The multiple regression in Microsoft Excel is possible. The best method is a step-by-step instruction that will show you how. The first thing is having a data that could look something like this:
1. Click on data (1), and then click on the data analysis (2)
Note: The data analysis could be gotten from the add-in (file > options > add-ins > Go).
2. Choose Regression in the Data Analysis, and click ok.
3. Choose the data you'd want to analyze on X values (1), and Y values (2). Select desired options, under the residuals (3), and press ok (4).
In conclusion, the multiple regression would look something like this:
Interpreting the results
- Multiple R (aka. Correlation Coefficient) is higher than 0. It means that there is a positive relationship. The higher the number (the closer to 1) the stronger the relationship.
- R square (aka. Coefficient of Determination) is equal to 0.47. That means 47% of values fit to the model of our analysis.
- Adjusted R Square you should focus on that in the situation of having more than one x values.
- Standard error is very high. This is the information that I cannot be confident about the analysis too much because of the high error I need to remember about.

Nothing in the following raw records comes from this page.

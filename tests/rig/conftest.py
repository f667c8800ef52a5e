"""A rig, a sheet and a list that are without mistakes; tests change one thing at a time."""

from __future__ import annotations

from collections.abc import Callable

import pytest

from shpb.errors import FileMistakes, Mistake
from shpb.rig.rig_file import rig_from_text
from shpb.rig.sheet_file import sheet_from_text
from shpb.rig.shot_list import shot_list_from_text

RIG = """\
[rig]
name = "Test bench"

[incident_bar]
material = "steel"
diameter_mm = 20.0
length_mm = 2000
density_kg_m3 = 8000
wave_speed_m_s = 5000
poisson_ratio = 0.29

[transmitted_bar]
material = "aluminium"
diameter_mm = 20.0
length_mm = 1500
density_kg_m3 = 2810
young_modulus_GPa = 71.7
poisson_ratio = 0.33

[incident_gauge]
to_specimen_mm = 1000
channel = "CH1"
arrangement = "half-opposite"
gauge_factor = 2.08
excitation_V = 5.0
gain = 500
voltage_under_compression = "negative"

[transmitted_gauge]
to_specimen_mm = 600
channel = "CH2"
arrangement = "quarter"
gauge_factor = 2.11
excitation_V = 4.0
gain = 100
voltage_under_tension = "negative"

[striker]
length_mm = 300
"""

SHEET = """\
[shot]
id = "S-1"
kind = "compression"
record = "S-1.csv"

[specimen]
material = "copper"
diameter_mm = 10.0
length_mm = 6.0
"""

LIST = """\
shot_id,kind,record,material,diameter_mm,length_mm
S-1,compression,S-1.csv,copper,10.0,6.0
S-2,tension,S-2.csv,copper,10.1,6.1
"""


def changed(text: str, *pairs: tuple[str, str]) -> str:
    """``text`` with each first occurrence replaced; the old text must be there."""
    for old, new in pairs:
        assert old in text
        text = text.replace(old, new, 1)
    return text


def _mistakes_of(read: Callable[[], object]) -> tuple[Mistake, ...]:
    with pytest.raises(FileMistakes) as caught:
        read()
    return caught.value.mistakes


@pytest.fixture(name="rig_text")
def _rig_text() -> Callable[..., str]:
    return lambda *pairs: changed(RIG, *pairs)


@pytest.fixture(name="sheet_text")
def _sheet_text() -> Callable[..., str]:
    return lambda *pairs: changed(SHEET, *pairs)


@pytest.fixture(name="list_text")
def _list_text() -> Callable[..., str]:
    return lambda *pairs: changed(LIST, *pairs)


@pytest.fixture
def rig_mistakes() -> Callable[..., tuple[Mistake, ...]]:
    """Mistakes of the rig file with some text replaced."""
    return lambda *pairs: _mistakes_of(lambda: rig_from_text(changed(RIG, *pairs), "rig.toml"))


@pytest.fixture
def sheet_mistakes() -> Callable[..., tuple[Mistake, ...]]:
    """Mistakes of the shot sheet with some text replaced."""
    return lambda *pairs: _mistakes_of(lambda: sheet_from_text(changed(SHEET, *pairs), "shot.toml", "lab"))


@pytest.fixture
def list_mistakes() -> Callable[[str], tuple[Mistake, ...]]:
    """Mistakes of the text of a shot list."""
    return lambda text: _mistakes_of(lambda: shot_list_from_text(text, "shots.csv", "lab"))
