"""The time side of the figure: voltages, pulses and forces at the faces, R(t).

Every panel gets axes and draws on them; times are in us, forces in kN, strains in microstrain.
"""

from __future__ import annotations

from collections.abc import Iterable
from typing import TYPE_CHECKING

import numpy as np

from shpb.arrays import FloatArray
from shpb.pulse.pulse import Pulse
from shpb.pulse.strain import StationStrain
from shpb.reduction import ShotResult
from shpb.rig.gauge import Gauge
from shpb.view.ink import (
    DARK,
    DASH_DOT,
    DASHES,
    DOTS,
    FAINT,
    INK,
    LIGHT,
    MIDDLE,
    SHADE,
    SMALL,
    Line,
    envelope,
    scale,
)
from shpb.view.page import frame, width_in

if TYPE_CHECKING:
    from matplotlib.axes import Axes

PULSE_LINES = (
    Line("incident", DARK),
    Line("reflected", MIDDLE, DASHES),
    Line("transmitted", LIGHT, DASH_DOT, 1.3),
)
FORWARD = Line("forward run", INK, DOTS, 0.9)
FORCE_LINES = (Line("F_in", DARK), Line("F_out", MIDDLE, DASHES))
RATIO, FLOOR, LIMIT = (
    Line("R", DARK),
    Line("measurement floor", LIGHT, DOTS, 1.3),
    Line("limit", MIDDLE, DASHES, 0.9),
)
UNTUNED = Line("R, feet not moved", FAINT, DASH_DOT, 1.0)

_US = 1e6
_LETTER = 0.057  # in, a letter of the smallest type, a little more than the mean


def voltage_view_us(result: ShotResult) -> tuple[float, float]:
    """The stretch of the record that is shown [us]: the three windows and some room, inside the record."""
    windows = [pulse.window_s for pulse in result.pulses]
    first, last = min(w[0] for w in windows), max(w[1] for w in windows)
    room = last - first
    record = result.record
    end = record.start_s + record.samples * record.sample_interval_s
    return max(first - 0.12 * room, record.start_s) * _US, min(last + 0.25 * room, end) * _US


def draw_voltage(
    axes: Axes,
    result: ShotResult,
    *,
    station: StationStrain,
    gauge: Gauge,
    pulses: Iterable[Pulse],
    side: str,
    last: bool,
) -> None:
    """Voltages of one gauge station as acquired, with the windows and feet of its pulses."""
    view = voltage_view_us(result)
    strain = result.strain
    start, stop = strain.index(view[0] / _US), strain.index(view[1] / _US)
    shown = station.voltage_v[:, start:stop]
    unit, factor = ("mV", 1e3) if float(np.abs(shown).max()) < 0.5 else ("V", 1.0)
    low, high = float(shown.min()) * factor, float(shown.max()) * factor
    room = max(high - low, 1e-9)
    limits = scale(low - 0.10 * room, high + 0.38 * room, 3)
    for pulse in pulses:
        _draw_window(axes, pulse, view)
    looks = (Line("", DARK, (), 0.8), Line("", MIDDLE, DASHES, 0.8))
    for voltage, look in zip(shown, looks, strict=False):
        picked = envelope(voltage)
        time_us = (strain.start_s + strain.sample_interval_s * (start + picked)) * _US
        axes.plot(time_us, voltage[picked] * factor, label=side, **look.style)
    for rail in gauge.scope_range_v or ():
        if low - 0.1 * room < rail * factor < high + 0.1 * room:
            axes.axhline(rail * factor, color=INK, linewidth=0.7, linestyle=(0, DOTS))
            axes.text(0.995, rail * factor, "end of the scope's range", fontsize=SMALL, parse_math=False,
                      transform=axes.get_yaxis_transform(), horizontalalignment="right",
                      verticalalignment="bottom")  # fmt: skip
    frame(
        axes, scale(*view, 8), limits, "time on the record's clock (µs)" if last else "", f"{side} ({unit})"
    )


def _draw_window(axes: Axes, pulse: Pulse, view: tuple[float, float]) -> None:
    start, stop = (time * _US for time in pulse.window_s)
    axes.axvspan(start, stop, facecolor=SHADE, edgecolor="none")
    for edge in (start, stop):
        axes.axvline(edge, color=FAINT, linewidth=0.7)
    foot = None if pulse.foot is None else pulse.foot.time_s * _US
    begin = max(start, view[0])
    if foot is not None and begin <= foot < min(stop, view[1]):
        axes.axvline(foot, color=INK, linewidth=0.8, linestyle=(0, DOTS))
        begin = foot  # the words stand right of the line, which would otherwise cross them
    per_us = width_in(axes) / (view[1] - view[0])
    name = f"{pulse.name}, set by hand" if pulse.set_by_hand else pulse.name
    full = name if foot is None else f"{name}, foot {foot:.1f} µs"
    room = (min(stop, view[1]) - begin) * per_us - 0.06
    said = next((text for text in (full, name, pulse.name) if len(text) * _LETTER <= room), pulse.name[0])
    axes.text((begin - view[0]) / (view[1] - view[0]) + 0.008, 0.97, said, fontsize=SMALL, parse_math=False,
              transform=axes.transAxes, verticalalignment="top")  # fmt: skip


def loading_view_us(result: ShotResult) -> tuple[float, float]:
    """Times since the front that are shown [us]: the loading, a little before and a third after it."""
    response = result.response
    end = float(response.time_s[response.loading[1] - 1])
    return max(float(response.time_s[0]), -0.05 * end) * _US, min(float(response.time_s[-1]), 1.3 * end) * _US


def pulse_lines(result: ShotResult) -> tuple[Line, ...]:
    """The lines that :func:`draw_pulses` draws."""
    return PULSE_LINES if result.closure is None else (*PULSE_LINES, FORWARD)


def draw_pulses(axes: Axes, result: ShotResult) -> None:
    """The three pulses at the specimen faces, and what a forward run of the reduced curve predicts of two of them."""
    faces = result.faces
    part, time_us = _time_part(result)
    highest, lowest = 0.0, 0.0
    _shade_span(axes, result)
    for look, pulse in zip(PULSE_LINES, (faces.incident, faces.reflected, faces.transmitted), strict=True):
        micro = 1e6 * pulse.strain[part]
        picked = envelope(micro)
        axes.plot(time_us[picked], micro[picked], label=look.name, **look.style)
        highest, lowest = max(highest, float(micro.max())), min(lowest, float(micro.min()))
    closure = result.closure
    if closure is not None:
        for strain in (closure.predicted_reflected, closure.predicted_transmitted):
            axes.plot(closure.time_s * _US, 1e6 * strain, label=FORWARD.name, **FORWARD.style)
    room = highest - lowest
    frame(axes, scale(*loading_view_us(result), 8), scale(lowest - 0.05 * room, highest + 0.05 * room, 5),
           "", "strain (microstrain)")  # fmt: skip


def draw_forces(axes: Axes, result: ShotResult) -> None:
    """Force at both faces."""
    motion = result.response.motion
    part, time_us = _time_part(result)
    _shade_span(axes, result)
    highest, lowest = 0.0, 0.0
    for look, force in zip(FORCE_LINES, (motion.force_in_n, motion.force_out_n), strict=True):
        kilo = force[part] * 1e-3
        picked = envelope(kilo)
        axes.plot(time_us[picked], kilo[picked], label=look.name, **look.style)
        highest, lowest = max(highest, float(kilo.max())), min(lowest, float(kilo.min()))
    room = highest - lowest
    frame(axes, scale(*loading_view_us(result), 8), scale(lowest - 0.05 * room, highest + 0.05 * room, 4),
           "", "force (kN)")  # fmt: skip


def ratio_lines(result: ShotResult) -> tuple[Line, ...]:
    """The lines that :func:`draw_ratio` draws."""
    limit = Line(
        f"limit {100 * result.response.equilibrium.limit:g} %", LIMIT.colour, LIMIT.dashes, LIMIT.width
    )
    lines = (RATIO, limit, FLOOR)
    return lines if result.response.untuned_equilibrium is None else (*lines, UNTUNED)


def draw_ratio(axes: Axes, result: ShotResult) -> None:
    """R(t) with its limit and its floor; with moved feet also R without moving them."""
    response = result.response
    equilibrium, untuned = response.equilibrium, response.untuned_equilibrium
    part, time_us = _time_part(result)
    loading = equilibrium.ratio[slice(*response.loading)]
    # R starts at 200 %: the axis ends a little above what most of the loading shows.
    top = 100 * float(np.clip(1.3 * np.quantile(loading, 0.75), 4 * equilibrium.limit, 2.1))
    _shade_span(axes, result)
    drawn = [(RATIO, equilibrium.ratio), (FLOOR, equilibrium.floor)]
    if untuned is not None:
        drawn.insert(0, (UNTUNED, untuned.ratio))
    for look, values in drawn:
        percent = 100 * values[part]
        picked = envelope(percent)
        axes.plot(time_us[picked], percent[picked], label=look.name, **look.style)
    axes.axhline(100 * equilibrium.limit, label=LIMIT.name, **LIMIT.style)
    frame(axes, scale(*loading_view_us(result), 8), scale(0.0, top, 4),
           "time since the loading front reached the specimen (µs)", "R (%)")  # fmt: skip


def _time_part(result: ShotResult) -> tuple[slice, FloatArray]:
    time_s = result.response.time_s
    low, high = loading_view_us(result)
    start, stop = np.searchsorted(time_s, [low / _US, high / _US])
    part = slice(int(start), max(int(stop), int(start) + 2))
    return part, time_s[part] * _US


def _shade_span(axes: Axes, result: ShotResult) -> None:
    span = result.response.span
    if span is not None:
        time_s = result.response.time_s
        axes.axvspan(time_s[span[0]] * _US, time_s[span[1] - 1] * _US, facecolor=SHADE, edgecolor="none")
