"""The uncertainty budget of a shot drawn on a page: what makes stress, strain and rate uncertain, ranked.

What all shots of a rig share is hatched, what is the shot's own is solid, and both are said in words beside the bar, so
that a grey print tells as much.
"""

from __future__ import annotations

from pathlib import Path
from typing import TYPE_CHECKING, Any, NamedTuple

import numpy as np

from shpb.reduction import ShotResult
from shpb.trust.budget import ALL_OUTPUTS, COVERAGE_FACTOR
from shpb.version import VERSION
from shpb.view.figure import DPI, page_style, write_figure
from shpb.view.ink import BAND, BODY, DARK, INK, SMALL, scale
from shpb.view.page import HEIGHT, WIDTH, Page
from shpb.view.text import rounded
from shpb.view.uncertainty import mid_span, put_forward
from shpb.view.wording import shot_line, strain_text

if TYPE_CHECKING:
    from matplotlib.axes import Axes
    from matplotlib.figure import Figure

_MOST_BARS = 8
_LEFT, _RIGHT = 2.45, 0.35  # margins of the bars [in]
_TOPS = (6.70, 4.64, 2.58)  # of the three panels [in]
_PANEL = 1.60
_BAR = 0.62  # of the distance from bar to bar
_ROOM = 1.45  # of the longest bar, for the words beside it


class _Bar(NamedTuple):
    name: str
    percent: float  # of the value; negative where correlation takes away
    shared: bool | None  # None: several together
    assumed: bool


def budget_figure(result: ShotResult) -> Figure:
    """Draw the budget of one shot on one A4 page, landscape."""
    from matplotlib.figure import Figure

    with page_style():
        figure = Figure(figsize=(WIDTH, HEIGHT), dpi=DPI)
        page = Page(figure)
        _header(page, result)
        for top, (word, name, values) in zip(_TOPS, put_forward(result), strict=True):
            value = float(values[mid_span(result)])
            axes = page.axes(_LEFT, top - _PANEL, WIDTH - _LEFT - _RIGHT, _PANEL)
            bars = _bars(result, name, value)
            page.text(
                0.3, top + 0.12, _heading(result, word, name, value), fontsize=BODY + 1, fontweight="bold"
            )
            _draw(page, axes, bars, top)
        axes.set_xlabel("standard uncertainty (% of the value)", parse_math=False, labelpad=1.5)
        _footer(page, result)
    return figure


def save_budget_page(result: ShotResult, path: Path) -> Path:
    """Draw the budget and write it as PNG, PDF or SVG, as :func:`shpb.view.figure.save_figure` does."""
    return write_figure(lambda: budget_figure(result), Path(path))


def _header(page: Page, result: ShotResult) -> None:
    from matplotlib.patches import Rectangle

    response = result.response
    page.text(0.3, 7.88, "What makes this shot uncertain", fontsize=13, fontweight="bold")
    line = page.safe(shot_line(result, 40))
    page.text(WIDTH - _RIGHT, 7.88, page.fitted(line, 10, 6.5), fontsize=10, horizontalalignment="right")
    strain = float(response.curve.true_strain[mid_span(result)])
    where = "the middle of what counts" if response.span else "the middle of the loading (nothing counts)"
    page.text(
        0.3, 7.60,
        f"Standard uncertainty that each source brings at {where}, true strain {strain_text(strain)}; engineering "
        f"values, {response.analysis.value}. They add as squares; times {COVERAGE_FACTOR:g} for about 95 %.",
        fontsize=BODY + 0.5,
    )  # fmt: skip
    x = 0.3
    for shared, words in (
        (True, "hatched: the rig's, the same for all its shots"),
        (False, "solid: this shot's own"),
        (None, "white: all others together"),
    ):
        place = (x / WIDTH, 7.27 / HEIGHT)
        patch = Rectangle(
            place, 0.34 / WIDTH, 0.13 / HEIGHT, transform=page.figure.transFigure, **_look(shared)
        )
        page.figure.add_artist(patch)
        page.text(x + 0.42, 7.28, words, fontsize=BODY + 0.5)
        x += 0.42 + page.width_of(words, BODY + 0.5) + 0.35
    page.text(x, 7.28, "assumed: nobody has stated it, the size is common practice", fontsize=BODY + 0.5)
    page.rule(0.3, 7.12, WIDTH - _RIGHT - 0.3)


def _look(shared: bool | None) -> dict[str, Any]:
    if shared is None:
        return {"facecolor": "white", "edgecolor": INK, "linewidth": 0.7}
    if shared:
        return {"facecolor": BAND, "edgecolor": INK, "linewidth": 0.7, "hatch": "/////"}
    return {"facecolor": DARK, "edgecolor": INK, "linewidth": 0.7}


def _heading(result: ShotResult, word: str, name: str, value: float) -> str:
    """Value and standard uncertainty at mid-span."""
    u = float(result.budget.u_of(name)[mid_span(result)])
    factor, unit, what = {
        "stress": (1e-6, " MPa", "Stress"), "strain": (1.0, "", "Strain"), "rate": (1.0, " /s", "Strain rate"),
    }[word]  # fmt: skip
    said = f"{what} {rounded(value * factor)}{unit}, u {rounded(u * factor, 2)}{unit} = {_percent(u, value):.2f} %"
    if result.draws is None:
        return said
    drawn = float(result.draws.of("u", name)[mid_span(result)])
    return f"{said}; by {result.draws.draws} draws {_percent(drawn, value):.2f} %"


def _percent(u: float, value: float) -> float:
    return 100 * u / max(abs(value), 1e-300)


def _bars(result: ShotResult, name: str, value: float) -> list[_Bar]:
    """The greatest contributions, and one bar for the rest."""
    column = ALL_OUTPUTS.index(name)
    whole = _percent(float(result.budget.u_of(name)[mid_span(result)]), value)
    lines = sorted(result.budget.contributions, key=lambda line: -abs(line.share[column]))
    bars = [
        _Bar(
            line.source, float(np.sign(line.share[column]) * np.sqrt(abs(line.share[column]))) * whole, line.shared,
            line.assumed,
        )
        for line in lines[:_MOST_BARS]
    ]  # fmt: skip
    rest = sum(line.share[column] for line in lines[_MOST_BARS:])
    many = len(lines) - _MOST_BARS
    if many > 0:
        bars.append(_Bar(f"{many} others together", float(np.sqrt(max(rest, 0.0))) * whole, None, False))
    return bars


def _draw(page: Page, axes: Axes, bars: list[_Bar], top: float) -> None:
    count = _MOST_BARS + 1
    longest = max(1e-9, *(abs(bar.percent) for bar in bars))
    for number, bar in enumerate(bars):
        axes.barh(number, abs(bar.percent), height=_BAR, **_look(bar.shared))
        words = [f"{bar.percent:.2f} %"]
        if bar.shared is not None:
            words.append("rig's" if bar.shared else "shot's")
        words += ["assumed"] * bar.assumed + ["takes away"] * (bar.percent < 0)
        axes.annotate(
            ", ".join(words), (abs(bar.percent), number), (4, 0), textcoords="offset points", fontsize=SMALL,
            verticalalignment="center", parse_math=False,
        )  # fmt: skip
        y = top - _PANEL * (number + 0.5) / count - 0.3 * BODY / 72
        page.text(_LEFT - 0.08, y, bar.name, fontsize=BODY, horizontalalignment="right")
    axes.set_ylim(count - 0.5, -0.5)
    axes.set_yticks([])
    ticks = scale(0.0, _ROOM * longest, 8)
    axes.set_xlim(ticks.low, ticks.high)
    axes.set_xticks(ticks.ticks, ticks.labels)


def _footer(page: Page, result: ShotResult) -> None:
    notes = {
        line.source: line.note for line in result.budget.contributions if line.note and max(line.share) > 0.01
    }
    said = "; ".join(f"{source}: {note}" for source, note in notes.items())
    if said:
        page.paragraph(0.3, 0.38, page.safe(said) + ".", width=8.4, most=2, size=SMALL)
    text = page.safe(f"rig {result.rig.name}; shpb {VERSION}")
    page.text(
        WIDTH - _RIGHT, 0.22, page.fitted(text, SMALL, 2.4), fontsize=SMALL, color="#555555",
        horizontalalignment="right",
    )  # fmt: skip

- Observations is not what need to be analyzed. This is the number of observations provided by me to the analysis.
- F is a F-test of the null hypothesis and the Significance F is a p-value of F.
- Significance F is the most important here. The first thing to note is that this number is much higher than alpha (0.5), meaning the observation is not statistically significant.
- Lower 95% and Upper 95% are the boundaries of confidence interval
- Predicted Y is the value of predicted data points. You should compare them with the atual ones.
- Residuals are telling us on how far from the predicted values the actual data points are.
- The graph on the right side of the screen shows the residual values and their fit to the model. In the example we're talking about now, we don't really care. However, due to the many regressions you do in business cases, it's extremely important to adjust your data as much as possible. Even 1% of the variance can lead to wrong assumptions. Therefore, you should take care of the rest to keep them as close to zero as possible.